Work order — For the entries below, say how many lines hold the word "lessons", with the number as the only reply.

**** Available data

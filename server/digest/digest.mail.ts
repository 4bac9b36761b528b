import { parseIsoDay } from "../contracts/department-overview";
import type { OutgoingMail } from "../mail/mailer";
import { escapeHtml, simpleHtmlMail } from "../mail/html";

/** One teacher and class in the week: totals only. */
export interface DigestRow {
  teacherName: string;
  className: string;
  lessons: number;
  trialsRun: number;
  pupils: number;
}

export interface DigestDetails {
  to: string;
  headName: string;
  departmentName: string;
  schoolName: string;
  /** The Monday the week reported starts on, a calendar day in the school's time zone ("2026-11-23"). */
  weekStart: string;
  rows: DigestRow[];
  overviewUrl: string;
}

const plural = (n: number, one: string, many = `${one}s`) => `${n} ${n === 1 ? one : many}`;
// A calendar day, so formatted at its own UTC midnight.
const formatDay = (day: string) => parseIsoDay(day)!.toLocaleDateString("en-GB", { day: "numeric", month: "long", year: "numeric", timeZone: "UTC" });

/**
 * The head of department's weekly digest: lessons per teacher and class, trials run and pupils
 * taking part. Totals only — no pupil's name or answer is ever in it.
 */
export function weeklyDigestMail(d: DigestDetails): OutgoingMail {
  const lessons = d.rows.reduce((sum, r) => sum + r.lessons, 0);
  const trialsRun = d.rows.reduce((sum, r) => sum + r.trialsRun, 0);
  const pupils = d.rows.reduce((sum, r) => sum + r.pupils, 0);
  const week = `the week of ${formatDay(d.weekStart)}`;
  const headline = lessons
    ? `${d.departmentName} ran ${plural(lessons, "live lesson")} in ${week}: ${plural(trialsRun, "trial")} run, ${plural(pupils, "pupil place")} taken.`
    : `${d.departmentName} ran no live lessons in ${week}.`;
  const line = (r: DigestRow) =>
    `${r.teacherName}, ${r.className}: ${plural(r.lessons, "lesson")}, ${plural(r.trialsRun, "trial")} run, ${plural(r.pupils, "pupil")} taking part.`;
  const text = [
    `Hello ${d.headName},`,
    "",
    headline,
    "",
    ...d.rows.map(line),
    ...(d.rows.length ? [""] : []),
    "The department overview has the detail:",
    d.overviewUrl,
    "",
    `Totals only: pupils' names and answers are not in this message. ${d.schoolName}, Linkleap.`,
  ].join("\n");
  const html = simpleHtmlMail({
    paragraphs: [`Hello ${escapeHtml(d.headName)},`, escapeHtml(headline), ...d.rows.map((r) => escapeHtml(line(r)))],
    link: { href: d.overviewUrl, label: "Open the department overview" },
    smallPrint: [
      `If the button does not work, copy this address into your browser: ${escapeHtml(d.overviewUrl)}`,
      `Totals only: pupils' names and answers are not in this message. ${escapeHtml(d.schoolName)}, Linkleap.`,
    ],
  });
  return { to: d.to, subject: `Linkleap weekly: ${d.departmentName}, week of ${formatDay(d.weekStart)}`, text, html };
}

********

Result for this exercise — 7